*** Opening RECORDS SHOWN ***

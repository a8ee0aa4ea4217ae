import { describe, expect, it } from "vitest";
import { planOutlines } from "./outline-plan";

// A square of 0.01° at latitude 60°: 0.01° of latitude is about 1113 m, 0.01° of longitude half that
// (cos 60° = 0.5), so the square is drawn twice as tall as wide.
const square = (lon: number, lat: number, d = 0.01) => ({
  type: "Polygon" as const,
  coordinates: [
    [
      [lon, lat],
      [lon + d, lat],
      [lon + d, lat + d],
      [lon, lat + d],
      [lon, lat],
    ],
  ],
});

describe("claim outlines on a flat plan", () => {
  it("keeps the ground's proportions at the outlines' latitude, north up", () => {
    const plan = planOutlines([{ id: "a", boundary: square(10, 60) }], 800);
    expect(plan.height).toBe(600); // tall shape: height capped at three quarters of the width
    const nums = plan.claims[0].path.match(/-?\d+(\.\d+)?/g)!.map(Number);
    const xs = nums.filter((_, i) => i % 2 === 0);
    const ys = nums.filter((_, i) => i % 2 === 1);
    const w = Math.max(...xs) - Math.min(...xs);
    const h = Math.max(...ys) - Math.min(...ys);
    expect(h / w).toBeCloseTo(2, 1);
    // The first corner is the south-west one: lowest on the plan (largest y).
    expect(ys[0]).toBe(Math.max(...ys));
    expect(plan.claims[0].label.x).toBeCloseTo((Math.max(...xs) + Math.min(...xs)) / 2, 0);
  });

  it("puts each label under its outline, or over it near the plan's foot, never on it", () => {
    const plan = planOutlines(
      [
        { id: "north", boundary: square(-120.5, 39.25, 0.005) },
        { id: "south", boundary: square(-120.5, 39.2, 0.005) },
      ],
      800,
    );
    const ysOf = (id: string) =>
      plan.claims
        .find((c) => c.id === id)!
        .path.match(/-?\d+(\.\d+)?/g)!
        .map(Number)
        .filter((_, i) => i % 2 === 1);
    const north = plan.claims.find((c) => c.id === "north")!.label;
    const south = plan.claims.find((c) => c.id === "south")!.label;
    expect(north).toMatchObject({ above: false, y: Math.max(...ysOf("north")) });
    expect(south).toMatchObject({ above: true, y: Math.min(...ysOf("south")) });
  });

  it("fits every claim inside the plan with a margin, and leaves out claims with no outline", () => {
    const plan = planOutlines(
      [
        { id: "a", boundary: square(-120.5, 39.2) },
        { id: "b", boundary: square(-120.47, 39.21, 0.02) },
        { id: "c", boundary: null },
      ],
      600,
    );
    expect(plan.claims.map((c) => c.id)).toEqual(["a", "b"]);
    for (const c of plan.claims) {
      const nums = c.path.match(/-?\d+(\.\d+)?/g)!.map(Number);
      nums.forEach((v, i) => {
        expect(v).toBeGreaterThanOrEqual(0.08 * (i % 2 === 0 ? 600 : plan.height) - 0.1);
        expect(v).toBeLessThanOrEqual((1 - 0.08) * (i % 2 === 0 ? 600 : plan.height) + 0.1);
      });
    }
  });

  it("draws every polygon of a MultiPolygon and labels the largest", () => {
    const small = square(5, 45, 0.001).coordinates;
    const big = square(5.01, 45, 0.01).coordinates;
    const plan = planOutlines([{ id: "m", boundary: { type: "MultiPolygon", coordinates: [small, big] } }]);
    expect(plan.claims[0].path.match(/M/g)).toHaveLength(2);
    const xs = plan.claims[0].path
      .match(/-?\d+(\.\d+)?/g)!
      .map(Number)
      .filter((_, i) => i % 2 === 0);
    expect(plan.claims[0].label.x).toBeGreaterThan((Math.min(...xs) + Math.max(...xs)) / 2); // the big one is east
  });

  it("gives a scale bar of a round length, true to the ground", () => {
    // 0.01° of latitude = 1113.2 m (111 320 m per degree, WGS 84 mean: common practice).
    const plan = planOutlines([{ id: "a", boundary: square(0, 0) }], 800);
    const unitsPerMetre = plan.scale!.length / plan.scale!.metres;
    const ys = plan.claims[0].path
      .match(/-?\d+(\.\d+)?/g)!
      .map(Number)
      .filter((_, i) => i % 2 === 1);
    expect((Math.max(...ys) - Math.min(...ys)) / unitsPerMetre).toBeCloseTo(1113.2, -1);
    expect([10, 20, 50, 100, 200, 500, 1000, 2000, 5000]).toContain(plan.scale!.metres);
  });

  it("lays out more positions than a function call can take as arguments", () => {
    // 80 claims at the 2000-position limit each: 160 000 positions.
    const ring = Array.from({ length: 1999 }, (_, i) => [10 + 0.01 * Math.cos((i / 1999) * 2 * Math.PI), 45 + 0.01 * Math.sin((i / 1999) * 2 * Math.PI)]);
    const claims = Array.from({ length: 80 }, (_, i) => ({
      id: `c${i}`,
      boundary: { type: "Polygon" as const, coordinates: [[...ring.map(([x, y]) => [x + i * 0.03, y]), [ring[0][0] + i * 0.03, ring[0][1]]]] },
    }));
    const plan = planOutlines(claims);
    expect(plan.claims).toHaveLength(80);
    expect(plan.claims.every((c) => Number.isFinite(c.label.x) && Number.isFinite(c.label.y))).toBe(true);
  });

  it("has nothing to draw without outlines", () => {
    expect(planOutlines([{ id: "a", boundary: null }]).claims).toEqual([]);
  });
});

*** Closing RECORDS SHOWN ***

Write out exactly the lines from the start of the material through the line with "expect(h / w).toBeCloseTo(2, 1);". No other output is expected.

## ANSWER SPACE
repository a8ee0aa4ea4217ae
import { describe, expect, it } from "vitest";
import { planOutlines } from "./outline-plan";

// A square of 0.01° at latitude 60°: 0.01° of latitude is about 1113 m, 0.01° of longitude half that
// (cos 60° = 0.5), so the square is drawn twice as tall as wide.
const square = (lon: number, lat: number, d = 0.01) => ({
  type: "Polygon" as const,
  coordinates: [
    [
      [lon, lat],
      [lon + d, lat],
      [lon + d, lat + d],
      [lon, lat + d],
      [lon, lat],
    ],
  ],
});

describe("claim outlines on a flat plan", () => {
  it("keeps the ground's proportions at the outlines' latitude, north up", () => {
    const plan = planOutlines([{ id: "a", boundary: square(10, 60) }], 800);
    expect(plan.height).toBe(600); // tall shape: height capped at three quarters of the width
    const nums = plan.claims[0].path.match(/-?\d+(\.\d+)?/g)!.map(Number);
    const xs = nums.filter((_, i) => i % 2 === 0);
    const ys = nums.filter((_, i) => i % 2 === 1);
    const w = Math.max(...xs) - Math.min(...xs);
    const h = Math.max(...ys) - Math.min(...ys);
    expect(h / w).toBeCloseTo(2, 1);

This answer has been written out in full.